"""Check step: the solver's options and geometry, before any work is planned.

Scalar options (streams, the Fourier series controls, the heating-rate constants), the sun
geometry (one angle or a list of suns sharing one homogeneous solution), the beam, surface
and top-boundary options as DataArrays along the atmosphere's extra dims, the view
directions and the output positions (fractional level numbers). Values held in memory are
checked here; values of dask-backed options are checked block by block
(:func:`lamina._solver.blocks.prepare_block`). The checks run in the order of the
arguments of :func:`lamina.solve`, so that the first bad argument is the one reported.
"""

from __future__ import annotations

import numpy as np
import xarray as xr

from lamina._checks import as_float_array, require_range
from lamina._solver.common import (
    SUN_DIM,
    Options,
    Positions,
    Views,
    check_option_coordinates,
    check_option_values,
    extra_dims,
    option_array,
    view_cosines,
)


def check_options(
    atmosphere: xr.Dataset,
    *,
    streams: object,
    sun_zenith: object,
    sun_irradiance: object,
    surface_albedo: object,
    view_zenith: object,
    view_azimuth: object,
    top_diffuse_radiance: object,
    output_levels: object,
    delta_m: object,
    single_scattering_correction: object,
    aureole_correction: object,
    fourier_tolerance: object,
    max_fourier_terms: object,
    gravity: object,
    heat_capacity: object,
    spherical: bool = False,
) -> Options:
    """Every option of :func:`lamina.solve` except the thermal source, checked.

    ``spherical``: a curved planet's pseudo-spherical beam, whose sun may stand up to 180
    degrees from the zenith (the beam must reach some level: checked with the geometry).
    """
    streams = _check_streams(streams)
    tolerance = float(as_float_array(fourier_tolerance, "fourier_tolerance"))
    if not (np.isfinite(tolerance) and tolerance > 0.0):
        raise ValueError(f"fourier_tolerance must be positive; got {tolerance:g}")
    max_terms = _check_max_terms(max_fourier_terms, streams)
    flags = {name: _check_flag(value, name) for name, value in (
        ("delta_m", delta_m), ("single_scattering_correction", single_scattering_correction),
        ("aureole_correction", aureole_correction))}
    for name, value in (("gravity", gravity), ("heat_capacity", heat_capacity)):
        number = float(as_float_array(value, name))
        if not (np.isfinite(number) and number > 0.0):
            raise ValueError(f"{name} must be positive; got {number:g}")

    # no default adds light: a beam only when a sun is given, a black surface by default
    beam = sun_zenith is not None
    if sun_irradiance is not None and sun_zenith is None:
        given = option_array(sun_irradiance, "sun_irradiance", extra_dims(atmosphere))
        if given.chunks is not None or np.any(given.values != 0.0):
            raise ValueError("sun_irradiance needs sun_zenith: give the zenith angle of the "
                             "beam (degrees)")
        sun_irradiance = None   # a sun of zero irradiance is no sun
    zenith, sun_list = sun_geometry(0.0 if sun_zenith is None else sun_zenith)
    check_option_values(zenith, "sun_zenith", low=0.0, high=180.0 if spherical else 90.0,
                        high_open=True)
    extra = extra_dims(atmosphere)
    irradiance = option_array(_default(sun_irradiance, 1.0 if beam else 0.0),
                              "sun_irradiance", extra)
    check_option_coordinates(irradiance, "sun_irradiance", atmosphere)
    check_option_values(irradiance, "sun_irradiance", low=0.0)
    if SUN_DIM not in irradiance.dims:
        irradiance = irradiance.expand_dims({SUN_DIM: zenith.sizes[SUN_DIM]})
    albedo = option_array(_default(surface_albedo, 0.0), "surface_albedo", extra)
    check_option_coordinates(albedo, "surface_albedo", atmosphere)
    check_option_values(albedo, "surface_albedo", low=0.0, high=1.0)
    top = option_array(top_diffuse_radiance, "top_diffuse_radiance", extra)
    check_option_values(top, "top_diffuse_radiance", low=0.0)
    pixel = pixel_view_angles(view_zenith, view_azimuth, extra)
    if not beam or (irradiance.chunks is None and not np.any(irradiance.values)):
        # without a beam nothing depends on azimuth: the azimuth-averaged term is the whole
        # solution (and terms m > 0 of layers whose truncated phase function is not
        # positive are never formed)
        max_terms = 1
    return Options(
        streams=streams, delta_m=flags["delta_m"],
        single_scattering_correction=flags["single_scattering_correction"],
        aureole_correction=flags["aureole_correction"],
        fourier_tolerance=tolerance, max_fourier_terms=max_terms,
        gravity=gravity, heat_capacity=heat_capacity,
        beam=beam, sun_zenith=zenith, sun_list=sun_list, sun_irradiance=irradiance,
        surface_albedo=albedo, top_diffuse_radiance=top,
        irradiance_units=_units_attribute(sun_irradiance, "sun_irradiance"),
        top_radiance_units=_units_attribute(top_diffuse_radiance, "top_diffuse_radiance"),
        views=view_angles(view_zenith, view_azimuth) if pixel is None else pixel[0],
        positions=output_positions(output_levels, atmosphere.sizes["layer"]),
        on_levels=output_levels is None,
        pixel_views=None if pixel is None else pixel[1],
    )


def _units_attribute(value: object, name: str) -> str | None:
    if not isinstance(value, xr.DataArray) or "units" not in value.attrs:
        return None
    units = value.attrs["units"]
    if not isinstance(units, str):
        raise TypeError(f"the units attribute of {name} must be a string; got {units!r}")
    return units


def _default(value: object, default: float) -> object:
    return default if value is None else value


def _check_flag(value: object, name: str) -> bool:
    """A switch must be a bool: "no" or 0 must not be read as a choice."""
    if not isinstance(value, bool | np.bool_):
        raise TypeError(f"{name} must be True or False; got {value!r}")
    return bool(value)


def _check_max_terms(value: object, streams: int) -> int:
    """The cap on the azimuthal terms: an integer >= 1 (more than ``streams`` means none)."""
    if value is None:
        return streams
    if isinstance(value, bool) or not isinstance(value, int | np.integer):
        raise TypeError(f"max_fourier_terms must be an integer >= 1 or None; got {value!r}")
    if value < 1:
        raise ValueError(f"max_fourier_terms must be >= 1; got {value}")
    return int(min(value, streams))


def _check_streams(streams: object) -> int:
    if isinstance(streams, bool) or not isinstance(streams, int | np.integer):
        raise ValueError(f"streams must be an even integer >= 2; got {streams!r}")
    if streams < 2 or streams % 2:
        raise ValueError(f"streams must be an even integer >= 2; got {streams}")
    return int(streams)


def sun_geometry(sun_zenith: object) -> tuple[xr.DataArray, bool]:
    """Sun zenith as a DataArray with the private sun dim; True if the user gave a list."""
    if isinstance(sun_zenith, xr.DataArray):
        zenith = sun_zenith.astype(np.float64)
        if "sun_zenith" in zenith.dims:
            zenith = zenith.rename({"sun_zenith": SUN_DIM}).drop_vars(SUN_DIM, errors="ignore")
            return zenith, True
        return zenith.expand_dims({SUN_DIM: 1}), False
    array = as_float_array(sun_zenith, "sun_zenith")
    if array.ndim == 0:
        return xr.DataArray(array[None], dims=(SUN_DIM,)), False
    if array.ndim == 1 and array.size >= 1:
        return xr.DataArray(array, dims=(SUN_DIM,)), True
    raise ValueError(f"sun_zenith must be a scalar, a 1-D list or a DataArray; got shape "
                     f"{array.shape}")


def view_angles(view_zenith: object, view_azimuth: object) -> Views:
    """The view directions (none: fluxes only), checked."""
    if view_zenith is None and view_azimuth is None:
        zenith, azimuth = np.zeros(0), np.zeros(0)
    else:
        if view_zenith is None or view_azimuth is None:
            raise ValueError("view_zenith and view_azimuth must be given together (or "
                             "neither, for fluxes only)")
        zenith = np.atleast_1d(as_float_array(view_zenith, "view_zenith"))
        azimuth = np.atleast_1d(as_float_array(view_azimuth, "view_azimuth"))
        if zenith.ndim != 1 or azimuth.ndim != 1 or zenith.size == 0 or azimuth.size == 0:
            raise ValueError("view_zenith and view_azimuth must be non-empty 1-D lists of "
                             "degrees")
        require_range(zenith, "view_zenith", 0.0, 90.0, labels=["view angle"])
        require_range(azimuth, "view_azimuth", labels=["view angle"])
        if np.unique(zenith).size != zenith.size:
            raise ValueError("view_zenith must not repeat a value")
        if np.unique(azimuth).size != azimuth.size:
            raise ValueError("view_azimuth must not repeat a value")
    return Views(zenith=zenith, azimuth=azimuth, cosines=view_cosines(zenith),
                 azimuth_radians=np.radians(azimuth))


def pixel_view_angles(
    view_zenith: object, view_azimuth: object, extra: dict[str, int],
) -> tuple[Views, tuple[xr.DataArray, xr.DataArray]] | None:
    """One view per pixel: DataArray view angles along the atmosphere's extra dims.

    None unless one of the two is a DataArray; the other may then be a scalar (shared by
    every pixel). Returns placeholder Views (one angle: the kernel's sizes) and the two
    DataArrays in degrees, checked where held in memory.
    """
    given = {"view_zenith": view_zenith, "view_azimuth": view_azimuth}
    if not any(isinstance(value, xr.DataArray) for value in given.values()):
        return None
    arrays = []
    for name, value in given.items():
        if value is None:
            raise ValueError("view_zenith and view_azimuth must be given together (or "
                             "neither, for fluxes only)")
        if isinstance(value, xr.DataArray):
            outside = [str(dim) for dim in value.dims if dim not in extra]
            if outside:
                raise ValueError(
                    f"{name} is a DataArray with dims {tuple(map(str, value.dims))}, but one "
                    f"view per pixel needs dims among the atmosphere's extra dims "
                    f"{tuple(extra)} ({outside} is not one); for views shared by every "
                    "pixel give a list of degrees")
            for dim in value.dims:
                if value.sizes[dim] != extra[dim]:
                    raise ValueError(f"{name} has {value.sizes[dim]} values along {dim!r} "
                                     f"but the atmosphere has {extra[dim]}")
            array = option_array(value, name)
        else:
            number = as_float_array(value, name)
            if number.ndim != 0:
                raise ValueError(
                    f"{name} must be a scalar or a DataArray along the atmosphere's extra "
                    f"dims when the other view angle is given per pixel; got shape "
                    f"{number.shape}")
            array = xr.DataArray(number)
        arrays.append(array)
    zenith, azimuth = arrays
    check_option_values(zenith, "view_zenith", low=0.0, high=90.0)
    check_option_values(azimuth, "view_azimuth")
    placeholder = np.zeros(1)
    views = Views(zenith=placeholder, azimuth=placeholder, cosines=np.ones(1),
                  azimuth_radians=placeholder, per_pixel=True)
    return views, (zenith, azimuth)


def output_positions(output_levels: object, nlayer: int) -> Positions:
    """Layer index and fraction of each output position (fractional level numbers)."""
    if output_levels is None:
        levels = np.arange(nlayer + 1, dtype=np.float64)
    else:
        levels = np.atleast_1d(as_float_array(output_levels, "output_levels"))
        if levels.ndim != 1 or levels.size == 0:
            raise ValueError("output_levels must be a non-empty 1-D list of fractional level "
                             "numbers")
        require_range(levels, "output_levels", 0.0, float(nlayer), labels=["position"])
    layer = np.minimum(np.floor(levels), nlayer - 1).astype(np.intp)
    fraction = levels - layer
    return Positions(levels=levels, layer=np.ascontiguousarray(layer),
                     fraction=np.ascontiguousarray(fraction))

........

▶ **WORK INSTRUCTIONS**
In the listing above, transcribe exactly everything from the line containing "if given.chunks is" down to the line containing "low=0.0, high=180.0 if", including both and nothing more.

▶ **RESULT OF THIS EXERCISE**
        if given.chunks is not None or np.any(given.values != 0.0):
            raise ValueError("sun_irradiance needs sun_zenith: give the zenith angle of the "
                             "beam (degrees)")
        sun_irradiance = None   # a sun of zero irradiance is no sun
    zenith, sun_list = sun_geometry(0.0 if sun_zenith is None else sun_zenith)
    check_option_values(zenith, "sun_zenith", low=0.0, high=180.0 if spherical else 90.0,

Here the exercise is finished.